Block copolymers are chain molecules containing blocks of two or several chemically incompatible components. Much like smaller amphiphiles (e.g., lipids in water), copolymers in melt or solution spontaneously aggregate into a variety of nanostructures, e.g., lamellar phases or polymeric vesicles, which can be tuned by tuning system parameters such as the chain lengths, the block lengths, the composition, the temperature, etc. This can be used to prepare nanoscaled materials with well-defined properties. To simulate these processes on a mesoscopic scale, it is often efficient to use field-based methods where the polymers are no longer treated individually (as single chains). We will briefly introduce the concept of field-based polymer simulations and present two applications: The formation of a microemulsion in a ternary copolymer/homopolymer system [1,2] and the dynamics of spontaneous vesicle formation in a dilute copolymer solution [3,4]
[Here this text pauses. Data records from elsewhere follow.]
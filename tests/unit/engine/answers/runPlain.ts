import type { RunRecord } from '../../../../src-main/engine/records/record'
import type { Line } from '../../../../src-main/engine/line/line'
import { makeWaveMethod } from '../../../../src-main/engine/characteristics/makeWaveMethod'
import { makeLine } from '../../../../src-main/engine/line/makeLine'
import { makeMarch } from '../../../../src-main/engine/march/march'
import { makeRecords } from '../../../../src-main/engine/records/makeRecords'
import { makePlainRig, type PlainRig } from './makePlainLine'

/** Runs a plain rig by characteristics, with a gauge at each place given on a bar. */
export function runPlain(
  plain: PlainRig,
  gauges: { bar: number; at: number }[] = [],
): { line: Line; record: RunRecord } {
  const rig = makePlainRig(plain)
  rig.gauges = gauges.map(({ bar, at }, i) => ({ name: `G${i + 1}`, bar, at, bridge: null }))
  const line = makeLine(rig)
  const run = makeWaveMethod(line)
  const records = makeRecords(run, false)
  const march = makeMarch(run, records, line.steps)
  march.advance(march.end)
  return { line, record: records.finish() }
}
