import { describe, expect, it } from 'vitest'
import { evaluateStepRatios } from '../../../../src-main/engine/answers/evaluateStepRatios'
import { STEP_RATIOS, STEEL_INTO } from '../../../../src-main/engine/exact/published/stepRatios'

const ROUNDING = 1e-15

describe(`ratios at a step: ${STEP_RATIOS.source}`, () => {
  for (const [ratio, R, T, vT, ER, ET, stress] of STEP_RATIOS.rows) {
    it(`Z2/Z1 = ${ratio}`, () => {
      const found = evaluateStepRatios(3, 3 * ratio, 2, 2 * ratio)
      expect(found.reflectedForce).toBeCloseTo(R, 10)
      expect(found.transmittedForce).toBeCloseTo(T, 9)
      expect(found.reflectedEnergy).toBeCloseTo(ER, 10)
      expect(found.transmittedEnergy).toBeCloseTo(ET, 10)
      expect(found.reflectedStress).toBe(found.reflectedForce)
      expect(found.transmittedStress).toBeCloseTo(stress, 9)
      // v_T/v_I = (F_T/Z2)/(F_I/Z1); at the limits it is 1 - R
      expect(1 - found.reflectedForce).toBeCloseTo(vT, 9)
    })
  }

  it('shares the energy whole, the same from both sides', () => {
    for (const ratio of [1e-6, 0.3, 1, 7, 1e9]) {
      const there = evaluateStepRatios(1, ratio, 1, ratio)
      const back = evaluateStepRatios(ratio, 1, ratio, 1)
      expect(Math.abs(there.reflectedEnergy + there.transmittedEnergy - 1)).toBeLessThan(4 * ROUNDING)
      expect(back.transmittedEnergy).toBeCloseTo(there.transmittedEnergy, 14)
      expect(back.reflectedForce).toBeCloseTo(-there.reflectedForce, 14)
    }
  })

  it("keeps finite at a free and at a fixed end whose area is the bar's own", () => {
    expect(evaluateStepRatios(5, 0, 1, 1)).toMatchObject({
      reflectedForce: -1,
      transmittedForce: 0,
      transmittedStress: 0,
    })
    expect(evaluateStepRatios(5, Infinity, 1, 1)).toMatchObject({
      reflectedForce: 1,
      transmittedForce: 2,
      transmittedStress: 2,
    })
  })
})

describe(`steel into another material of the same area: ${STEEL_INTO.source}`, () => {
  const Z = (density: number, modulus: number) => Math.sqrt(density * modulus)
  for (const [density, modulus, ratio, R, T, ET] of STEEL_INTO.rows) {
    it(`density ${density}`, () => {
      const found = evaluateStepRatios(Z(7850, 207e9), Z(density, modulus), 1, 1)
      expect(Z(density, modulus) / Z(7850, 207e9) / ratio).toBeCloseTo(1, 8)
      expect(found.reflectedForce).toBeCloseTo(R, 9)
      expect(found.transmittedForce).toBeCloseTo(T, 8)
      expect(found.transmittedEnergy).toBeCloseTo(ET, 9)
    })
  }

  it('passes whole where the areas match the impedances: steel to aluminium at 2.95548329', () => {
    const found = evaluateStepRatios(Z(7850, 207e9), 2.95548329 * Z(2700, 68.9e9), 1, 2.95548329)
    expect(Math.abs(found.reflectedForce)).toBeLessThan(1e-9)
  })

  it('silver to gold at equal areas, a textbook problem', () => {
    const [silver, gold] = [Z(10500, 83e9), Z(19300, 78e9)]
    expect(silver / gold).toBeCloseTo(0.760865233, 9)
    const found = evaluateStepRatios(silver, gold, 1, 1)
    expect(found.transmittedStress).toBeCloseTo(1.13580526, 8)
    expect(1 - found.reflectedForce).toBeCloseTo(0.864194736, 9)
    expect(-found.reflectedForce).toBeCloseTo(-0.135805264, 9)
  })
})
1. D. Düchs, V. Ganesan, G. Fredrickson, F. Schmid, Fluctuation effects in ternary AB+A+B polymeric emulsions, Macromolecules 36, 9237 (2003).
2. D. Düchs, F. Schmid, Formation and structure of the microemulsion phase in ternary AB + A + B polymeric microemulsions, J. Chem. Phys. 121, 2798 (2004).
3. X. H. He, F. Schmid, Dynamics of spontaneous vesicle formation in dilute solutions of amphiphilic diblock copolymers, Macromolecules 39, 2654 (2006).
4. X. H. He, F. Schmid, in preparation (2006).